#### [EXERCISE AIM]
Report each line of the data below in which "right" appears.

#### [THE INPUT]
::::::

"""Reference wave boundaries from QTDB ``.q1c`` and LUDB per-lead annotations, and matching.

Protocol (shared/data/README.md): a wave's boundaries are the ``(`` and ``)`` annotations next
to its peak label (``p``, ``N``, ``t``); a P belongs to the QRS that follows it, a T to the QRS
that precedes it. A detected beat matches an annotated beat when its R lies within 150 ms of
the annotated QRS peak. Errors are detected minus reference, in ms.

CSE tolerances (2 x SD between CSE referees; CSE Working Party, Eur Heart J 6:815-825, 1985;
values as used by Martinez et al., IEEE TBME 51(4):570-581, 2004).
"""

from __future__ import annotations

from dataclasses import dataclass
from pathlib import Path

import numpy as np
import wfdb

FIDS = ("p_on", "p_off", "qrs_on", "qrs_off", "t_off")
CSE_TOLERANCE_MS = {"p_on": 10.2, "p_off": 12.7, "qrs_on": 6.5, "qrs_off": 11.6, "t_off": 30.6}
MATCH_S = 0.150
LUDB_LEADS = ("i", "ii", "iii", "avr", "avl", "avf", "v1", "v2", "v3", "v4", "v5", "v6")
_WAVE_COL = {"p": (0, 1), "N": (2, 3), "t": (None, 4)}
_QRS_LABELS = {"N", "L", "R", "V", "A", "a", "J", "S", "E", "j", "e", "F", "/", "f", "Q", "B"}


@dataclass(frozen=True)
class RefBeats:
    """Reference beats: QRS peak sample (n,) and boundaries (n, 5) in FIDS order, -1 = none."""

    r: np.ndarray
    marks: np.ndarray


def parse_wave_annotations(samples: np.ndarray, symbols: list[str]) -> RefBeats:
    """Group ``( peak )`` triples into beats (P before its QRS, T after it)."""
    qrs_i = [k for k, s in enumerate(symbols) if s in _QRS_LABELS]
    r = np.array([samples[k] for k in qrs_i], dtype=np.int64)
    marks = np.full((len(qrs_i), 5), -1, dtype=np.int64)
    pos = {k: j for j, k in enumerate(qrs_i)}
    for k, s in enumerate(symbols):
        if s not in ("p", "t") and k not in pos:
            continue
        on = samples[k - 1] if k > 0 and symbols[k - 1] == "(" else -1
        off = samples[k + 1] if k + 1 < len(symbols) and symbols[k + 1] == ")" else -1
        if k in pos:
            marks[pos[k], 2], marks[pos[k], 3] = on, off
            continue
        if s == "p":
            nxt = [j for j in range(len(qrs_i)) if qrs_i[j] > k]
            if nxt and all(symbols[m] != "t" for m in range(k + 1, qrs_i[nxt[0]])):
                marks[nxt[0], 0], marks[nxt[0], 1] = on, off
        else:
            prv = [j for j in range(len(qrs_i)) if qrs_i[j] < k]
            if prv and all(symbols[m] != "p" for m in range(qrs_i[prv[-1]] + 1, k)):
                marks[prv[-1], 4] = off
    return RefBeats(r, marks)


def load_ludb_lead(record_path: Path, lead_ext: str) -> RefBeats:
    ann = wfdb.rdann(str(record_path), lead_ext)
    return parse_wave_annotations(np.asarray(ann.sample), list(ann.symbol))


def load_qtdb_q1c(record_path: Path) -> RefBeats:
    ann = wfdb.rdann(str(record_path), "q1c")
    return parse_wave_annotations(np.asarray(ann.sample), list(ann.symbol))


def match_beats(det_r: np.ndarray, ref_r: np.ndarray, fs_hz: float) -> np.ndarray:
    """For each reference beat, index of the nearest detected R within 150 ms, else -1."""
    det_r = np.asarray(det_r, dtype=np.int64)
    if det_r.size == 0:
        return np.full(len(ref_r), -1, dtype=np.int64)
    j = (
        np.clip(np.searchsorted(det_r, ref_r), 1, det_r.size - 1)
        if det_r.size > 1
        else np.zeros(len(ref_r), dtype=np.int64)
    )
    if det_r.size > 1:
        left = det_r[j - 1]
        right = det_r[j]
        j = np.where(np.abs(ref_r - left) <= np.abs(ref_r - right), j - 1, j)
    ok = np.abs(det_r[j] - ref_r) <= MATCH_S * fs_hz
    return np.where(ok, j, -1)


@dataclass
class ErrorPool:
    """Collects detected-minus-reference errors per fiducial (ms) and missed/extra counts."""

    errors: dict[str, list[float]]
    missed: dict[str, int]  # reference mark present, detected absent
    extra: dict[str, int]  # detected present, reference absent (only where reference is complete)
    n_ref: dict[str, int]

    @classmethod
    def empty(cls) -> ErrorPool:
        return cls(
            {f: [] for f in FIDS},
            dict.fromkeys(FIDS, 0),
            dict.fromkeys(FIDS, 0),
            dict.fromkeys(FIDS, 0),
        )

    def add(
        self,
        det: np.ndarray,
        ref: np.ndarray,
        fs_hz: float,
        count_extra: bool | tuple[str, ...] = True,
    ) -> None:
        """``det`` and ``ref``: (n, 5) sample indices, -1 = absent (rows already matched).

        ``count_extra``: count detected marks without a reference mark (True: every fiducial;
        a tuple: only those fiducials).
        """
        for k, f in enumerate(FIDS):
            d, r = det[:, k], ref[:, k]
            both = (d >= 0) & (r >= 0)
            self.errors[f].extend(((d[both] - r[both]) * 1000.0 / fs_hz).tolist())
            self.n_ref[f] += int((r >= 0).sum())
            self.missed[f] += int(((r >= 0) & (d < 0)).sum())
            if count_extra is True or (isinstance(count_extra, tuple) and f in count_extra):
                self.extra[f] += int(((r < 0) & (d >= 0)).sum())

    def stats(self) -> dict[str, tuple[float, float, int]]:
        out = {}
        for f in FIDS:
            e = np.asarray(self.errors[f])
            out[f] = (
                float(e.mean()) if e.size else np.nan,
                float(e.std()) if e.size else np.nan,
                int(e.size),
            )
        return out

    def table(self, title: str) -> str:
        lines = [
            title,
            f"{'fiducial':8s} {'mean ms':>8s} {'SD ms':>7s} {'CSE tol':>7s} {'n':>6s}"
            f" {'missed':>7s} {'extra':>6s}",
        ]
        for f, (m, s, n) in self.stats().items():
            lines.append(
                f"{f:8s} {m:8.1f} {s:7.1f} {CSE_TOLERANCE_MS[f]:7.1f} {n:6d} "
                f"{self.missed[f]:7d} {self.extra[f]:6d}"
            )
        return "\n".join(lines)


# --- Whole-database scoring through the engine (shared by tests and benchmarks) -------------

LUDB_LEAD_NAMES = ("I", "II", "III", "aVR", "aVL", "aVF", "V1", "V2", "V3", "V4", "V5", "V6")
# QTDB q1c marks cover a short stretch; process this much signal either side of it (s).
QTDB_MARGIN_S = 10.0


@dataclass
class BeatCounts:
    """Reference beats matched / missed, and detected beats with no reference (LUDB only)."""

    matched: int = 0
    missed: int = 0
    extra: int = 0


def ludb_record_names(ludb_dir: Path) -> list[str]:
    return sorted((p.stem for p in ludb_dir.glob("*.hea")), key=lambda s: (len(s), s))


def qtdb_record_names(qtdb_dir: Path) -> list[str]:
    return sorted(p.stem for p in qtdb_dir.glob("*.q1c"))


def ludb_signal(ludb_dir: Path, name: str) -> tuple[np.ndarray, float]:
    sig = wfdb.rdrecord(str(ludb_dir / name))
    return np.asarray(sig.p_signal, dtype=np.float32), float(sig.fs)


def score_ludb_record(
    ludb_dir: Path, name: str, analysis, pool: ErrorPool, counts: BeatCounts
) -> None:
    """Add one LUDB record's per-lead errors (each lead's own marks vs that lead's annotation).

    Only annotated beats are scored (LUDB leaves the first and last ~1 s unannotated); a
    detected beat counts as extra only inside the annotated span of the record.
    """
    fs = analysis.fs_hz
    det_r = np.array([b.r for b in analysis.beats], dtype=np.int64)
    lead_cols = [analysis.record.lead_index(n) for n in LUDB_LEAD_NAMES]
    for ext, col in zip(LUDB_LEADS, lead_cols, strict=True):
        ref = load_ludb_lead(ludb_dir / name, ext)
        if ref.r.size == 0:
            continue
        m = match_beats(det_r, ref.r, fs)
        ok = m >= 0
        if ext == "ii":  # beat-level counts once per record, on lead II's annotation
            counts.matched += int(ok.sum())
            counts.missed += int((~ok).sum())
            span = (det_r >= ref.r.min() - MATCH_S * fs) & (det_r <= ref.r.max() + MATCH_S * fs)
            counts.extra += int(span.sum() - np.unique(m[ok]).size)
        det = np.array(
            [analysis.beat_lead_marks[b][col].as_array() for b in m[ok]], dtype=np.int64
        ).reshape(-1, 5)
        pool.add(det, ref.marks[ok], fs)


def qtdb_window(qtdb_dir: Path, name: str) -> tuple[np.ndarray, float, list[str], int, RefBeats]:
    """Signal from 10 s before the first to 10 s after the last q1c mark, and the marks
    shifted into that window."""
    ref = load_qtdb_q1c(qtdb_dir / name)
    hdr = wfdb.rdheader(str(qtdb_dir / name))
    fs = float(hdr.fs)
    valid = ref.marks[ref.marks >= 0]
    first = int(min(ref.r.min(), valid.min() if valid.size else ref.r.min()))
    last = int(max(ref.r.max(), valid.max() if valid.size else ref.r.max()))
    a = max(0, int(first - QTDB_MARGIN_S * fs))
    b = min(int(hdr.sig_len), int(last + QTDB_MARGIN_S * fs))
    sig = wfdb.rdrecord(str(qtdb_dir / name), sampfrom=a, sampto=b)
    x = np.nan_to_num(np.asarray(sig.p_signal, dtype=np.float32))
    shifted = RefBeats(ref.r - a, np.where(ref.marks >= 0, ref.marks - a, -1))
    return x, fs, list(sig.sig_name), a, shifted


def score_qtdb_record(ref: RefBeats, analysis, pool: ErrorPool, counts: BeatCounts) -> None:
    """Add one QTDB record's errors: global per-beat marks vs the q1c marks (both leads)."""
    fs = analysis.fs_hz
    det_r = np.array([b.r for b in analysis.beats], dtype=np.int64)
    m = match_beats(det_r, ref.r, fs)
    ok = m >= 0
    counts.matched += int(ok.sum())
    counts.missed += int((~ok).sum())
    det = np.array([analysis.beat_marks[b].as_array() for b in m[ok]], dtype=np.int64).reshape(
        -1, 5
    )
    # q1c marks only some waves of some beats: a detected mark without a reference one is
    # not an error there (no positive predictivity, README protocol) -- except P in a record
    # whose reader marked no P at all (e.g. atrial fibrillation), where a detected P is extra.
    no_p = bool((ref.marks[:, :2] < 0).all())
    pool.add(det, ref.marks[ok], fs, count_extra=("p_on", "p_off") if no_p else False)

::::::

#### [SOLUTION FOR THIS EXERCISE]
        right = det_r[j]
        j = np.where(np.abs(ref_r - left) <= np.abs(ref_r - right), j - 1, j)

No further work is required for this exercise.